Saved data entries:
== Segment start ==
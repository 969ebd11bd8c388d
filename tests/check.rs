//! Regression-testing estimators: the library API (`harness::run_with_family`,
//! `check::compare`) on the example Nadaraya–Watson smoother and deliberately changed variants,
//! the `lossprism check` command line (exit codes, `--update`, refusals), and the false alarm
//! rate of the statistical rule over many independent pairs of runs.

mod common;
use common::run3;
use std::sync::Arc;

use lossprism::check::{self, CheckError, CheckOptions, Verdict};
use lossprism::harness;
use lossprism::scenario::PlanOptions;

#[path = "../examples/kernel_smoother.rs"]
#[allow(dead_code)]
mod kernel_smoother;

use kernel_smoother::NadarayaWatson;

/// A small invented scenario (a sensor line's drift), cheap enough to run many times. Inputs are
/// `even` (evenly spaced, the same for every seed) so that runs with different seeds estimate
/// the same quantities at the same evaluation points.
const SMALL: &str = r#"
name = "probe-small"
seed = 5
replicates = 64

[data]
source = "synthetic"
train_size = 40
eval_size = 20

[[data.inputs]]
name = "hours"
even = [0.0, 10.0]

[data.truth]
formula = "0.5 * sin(hours) + 0.05 * hours"

[data.noise]
sd = 0.3

[model]
family = "custom"
grid = [0.3, 0.8, 2.0]
"#;

fn run(fam: NadarayaWatson, text: &str, seed: Option<u64>) -> lossprism::report::ResultDoc {
    let opts = PlanOptions {
        seed,
        replicates: None,
        eval_seed: None,
    };
    harness::run_with_family_opts(text, Arc::new(fam), &opts, 2).expect("run succeeds")
}

fn noisy() -> NadarayaWatson {
    NadarayaWatson {
        jitter: 0.3,
        ..NadarayaWatson::default()
    }
}

#[test]
fn same_estimator_same_seed_is_identical() {
    let a = run(NadarayaWatson::default(), SMALL, None);
    let b = run(NadarayaWatson::default(), SMALL, None);
    let r = check::compare(&b, &a, &CheckOptions::default()).unwrap();
    assert!(r.identical);
    assert!(!r.regressed());
    assert_eq!(r.comparisons.len(), 9);
    assert!(r.to_string().starts_with("identical"), "{r}");
}

#[test]
fn noisier_variant_regresses_with_variance_named() {
    let base = run(NadarayaWatson::default(), SMALL, None);
    let new = run(noisy(), SMALL, None);
    let r = check::compare(&new, &base, &CheckOptions::default()).unwrap();
    println!("{r}");
    assert!(!r.identical);
    assert!(r.regressed());
    // Jitter uniform on [-0.3, 0.3] adds 0.3²/3 = 0.03 of variance at every bandwidth.
    let worse = r.worse_terms();
    assert!(worse.iter().any(|t| t == "variance"), "{r}");
    assert!(worse.iter().any(|t| t == "expected_loss"), "{r}");
    for c in r.worse().filter(|c| c.term == "variance") {
        assert!(c.diff > 0.02 && c.diff < 0.04, "{c:?}");
    }
    let text = r.to_string();
    assert!(text.contains("REGRESSED"), "{text}");
    assert!(text.contains("variance"), "{text}");
}

#[test]
fn improved_variant_is_better_and_not_regressed() {
    let base = run(noisy(), SMALL, None);
    let new = run(NadarayaWatson::default(), SMALL, None);
    let r = check::compare(&new, &base, &CheckOptions::default()).unwrap();
    println!("{r}");
    assert!(!r.regressed(), "{r}");
    assert!(r.better().any(|c| c.term == "variance"), "{r}");
    assert!(r.to_string().contains("better"));
}

#[test]
fn mismatched_scenario_is_refused() {
    let base = run(NadarayaWatson::default(), SMALL, None);
    let other = SMALL.replace("train_size = 40", "train_size = 50");
    let new = run(NadarayaWatson::default(), &other, None);
    let e = check::compare(&new, &base, &CheckOptions::default()).unwrap_err();
    assert!(matches!(e, CheckError::Mismatch(_)), "{e}");
    assert!(e.to_string().contains("train_size"), "{e}");
    let other = SMALL.replace("[0.3, 0.8, 2.0]", "[0.3, 0.8, 2.5]");
    let new = run(NadarayaWatson::default(), &other, None);
    let e = check::compare(&new, &base, &CheckOptions::default()).unwrap_err();
    assert!(e.to_string().contains("grid differs"), "{e}");
}

#[test]
fn custom_family_must_accept_the_grid() {
    let bad = SMALL.replace("[0.3, 0.8, 2.0]", "[0.3, -1]");
    let e = harness::run_with_family(&bad, Arc::new(NadarayaWatson::default())).unwrap_err();
    assert!(e.to_string().contains("bandwidth = -1"), "{e}");
}

#[test]
fn command_line_check() {
    let dir = tempfile::tempdir().unwrap();
    let d = dir.path();
    let save = |name: &str, doc: &lossprism::report::ResultDoc| {
        harness::save_result(&d.join(name), doc).unwrap();
    };
    let plain = run(NadarayaWatson::default(), SMALL, None);
    save("base.json", &plain);
    save("same.json", &plain);
    save("noisy.json", &run(noisy(), SMALL, None));
    let other = SMALL.replace("train_size = 40", "train_size = 50");
    save("other.json", &run(NadarayaWatson::default(), &other, None));
    let one_block = SMALL.replace("replicates = 64", "replicates = 64\nblocks = 1");
    save(
        "one-a.json",
        &run(NadarayaWatson::default(), &one_block, None),
    );
    save("one-b.json", &run(noisy(), &one_block, None));

    let (code, out, _) = run3(d, &["check", "same.json", "--baseline", "base.json"]);
    assert_eq!(code, 0);
    assert!(out.starts_with("identical"), "{out}");

    let (code, out, _) = run3(d, &["check", "noisy.json", "--baseline", "base.json"]);
    assert_eq!(code, 1, "{out}");
    assert!(
        out.contains("REGRESSED") && out.contains("variance"),
        "{out}"
    );

    // A 1000 % margin on every term hides the change; per-term margins override it.
    let (code, _, _) = run3(
        d,
        &[
            "check",
            "noisy.json",
            "--baseline",
            "base.json",
            "--margin",
            "1000%",
        ],
    );
    assert_eq!(code, 0);
    let (code, _, _) = run3(
        d,
        &[
            "check",
            "noisy.json",
            "--baseline",
            "base.json",
            "--margin",
            "1000%",
            "--margin-term",
            "variance=1%",
        ],
    );
    assert_eq!(code, 1);

    let (code, out, _) = run3(d, &["check", "base.json", "--baseline", "noisy.json"]);
    assert_eq!(code, 0, "{out}");
    assert!(out.contains("better"), "{out}");

    let (code, _, err) = run3(d, &["check", "other.json", "--baseline", "base.json"]);
    assert_eq!(code, 2);
    assert_eq!(err.lines().count(), 1, "{err}");
    assert!(err.contains("scenario.train_size differs"), "{err}");

    let (code, _, err) = run3(d, &["check", "one-b.json", "--baseline", "one-a.json"]);
    assert_eq!(code, 2);
    assert!(err.contains("at least 2 replicate blocks"), "{err}");

    let (code, _, err) = run3(
        d,
        &[
            "check",
            "noisy.json",
            "--baseline",
            "base.json",
            "--margin-term",
            "varience=1%",
        ],
    );
    assert_eq!(code, 2);
    assert!(err.contains("unknown term"), "{err}");

    // --update accepts the new result: the baseline becomes its exact bytes.
    let (code, _, _) = run3(
        d,
        &["check", "noisy.json", "--baseline", "base.json", "--update"],
    );
    assert_eq!(code, 0);
    assert_eq!(
        std::fs::read(d.join("base.json")).unwrap(),
        std::fs::read(d.join("noisy.json")).unwrap()
    );
    // ... and creates a missing baseline; without --update a missing baseline is an error.
    let (code, _, err) = run3(d, &["check", "same.json", "--baseline", "new.json"]);
    assert_eq!(code, 2);
    assert!(err.contains("--update"), "{err}");
    let (code, _, _) = run3(
        d,
        &["check", "same.json", "--baseline", "new.json", "--update"],
    );
    assert_eq!(code, 0);
    assert!(d.join("new.json").exists());
}

#[test]
fn command_line_refuses_custom_family() {
    let dir = tempfile::tempdir().unwrap();
    std::fs::write(dir.path().join("c.toml"), SMALL).unwrap();
    for args in [&["run", "c.toml"][..], &["validate", "c.toml"][..]] {
        let (code, _, err) = run3(dir.path(), args);
        assert_eq!(code, 2, "{args:?}");
        assert_eq!(err.lines().count(), 1, "{err}");
        assert!(err.contains("family `custom`"), "{err}");
    }
}

/// Upper tail of the standard normal, `1 − Φ(z)`, from the complementary error function of
/// Abramowitz & Stegun, *Handbook of Mathematical Functions*, eq. 7.1.26 (absolute error of erf
/// below 1.5e-7).
fn normal_upper_tail(z: f64) -> f64 {
    let x = z / std::f64::consts::SQRT_2;
    let t = 1.0 / (1.0 + 0.327_591_1 * x);
    let poly = t
        * (0.254_829_592
            + t * (-0.284_496_736
                + t * (1.421_413_741 + t * (-1.453_152_027 + t * 1.061_405_429))));
    0.5 * poly * (-x * x).exp()
}

/// Smallest k with P(X > k) ≤ alpha for X ~ Binomial(n, p), by summing the probability mass
/// function (built by the ratio recurrence) from the top.
fn binomial_upper_quantile(n: usize, p: f64, alpha: f64) -> usize {
    let mut pmf = vec![0.0; n + 1];
    pmf[0] = (1.0 - p).powi(n as i32);
    for k in 0..n {
        pmf[k + 1] = pmf[k] * (n - k) as f64 / (k + 1) as f64 * p / (1.0 - p);
    }
    let mut tail = 0.0; // P(X > k)
    for k in (0..=n).rev() {
        if tail > alpha {
            return k + 1;
        }
        tail += pmf[k];
    }
    0
}

// The statistical rule's false alarm rate. 60 pairs of runs of the same estimator with
// independent seeds; each pair gives 3 grid values × 3 terms = 9 one-sided tests at
// sigma = 2 (margin 0, so only the statistical rule acts). Under the null each test flags
// "worse" with probability p = 1 − Φ(2) ≈ 0.02275 (one-sided normal tail; no Bonferroni
// correction: this is the per-term rate). The count of false flags is asserted below the
// 1 − 1e-6 quantile of Binomial(540, p); the runs use fixed seeds, so the test is deterministic.
#[test]
fn false_alarm_rate_is_at_most_nominal() {
    let pairs = 60u64;
    let sigma = 2.0;
    let opts = CheckOptions {
        sigma,
        margin: 0.0,
        term_margins: Vec::new(),
    };
    let mut tests = 0usize;
    let mut worse = 0usize;
    let mut better = 0usize;
    for i in 0..pairs {
        let a = run(NadarayaWatson::default(), SMALL, Some(1000 + 2 * i));
        let b = run(NadarayaWatson::default(), SMALL, Some(1001 + 2 * i));
        let r = check::compare(&b, &a, &opts).unwrap();
        assert!(!r.identical);
        tests += r.comparisons.len();
        worse += r.worse().count();
        better += r
            .comparisons
            .iter()
            .filter(|c| c.verdict == Verdict::Better)
            .count();
    }
    let p = normal_upper_tail(sigma);
    assert!((p - 0.022_750_13).abs() < 1e-6, "Φ table value at 2: {p}");
    let bound = binomial_upper_quantile(tests, p, 1e-6);
    println!(
        "false alarms: {worse} worse and {better} better of {tests} tests; nominal rate {p:.4} \
         (expected {:.1}), bound {bound}",
        tests as f64 * p
    );
    assert!(worse <= bound, "{worse} false 'worse' flags > {bound}");
    assert!(better <= bound, "{better} false 'better' flags > {bound}");
}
== Segment end ==
### YOUR TASK
Looking over the records, find each line with the word "text" and copy it.

### ANSWER BOX
fn run(fam: NadarayaWatson, text: &str, seed: Option<u64>) -> lossprism::report::ResultDoc {
    harness::run_with_family_opts(text, Arc::new(fam), &opts, 2).expect("run succeeds")
    let text = r.to_string();
    assert!(text.contains("REGRESSED"), "{text}");
    assert!(text.contains("variance"), "{text}");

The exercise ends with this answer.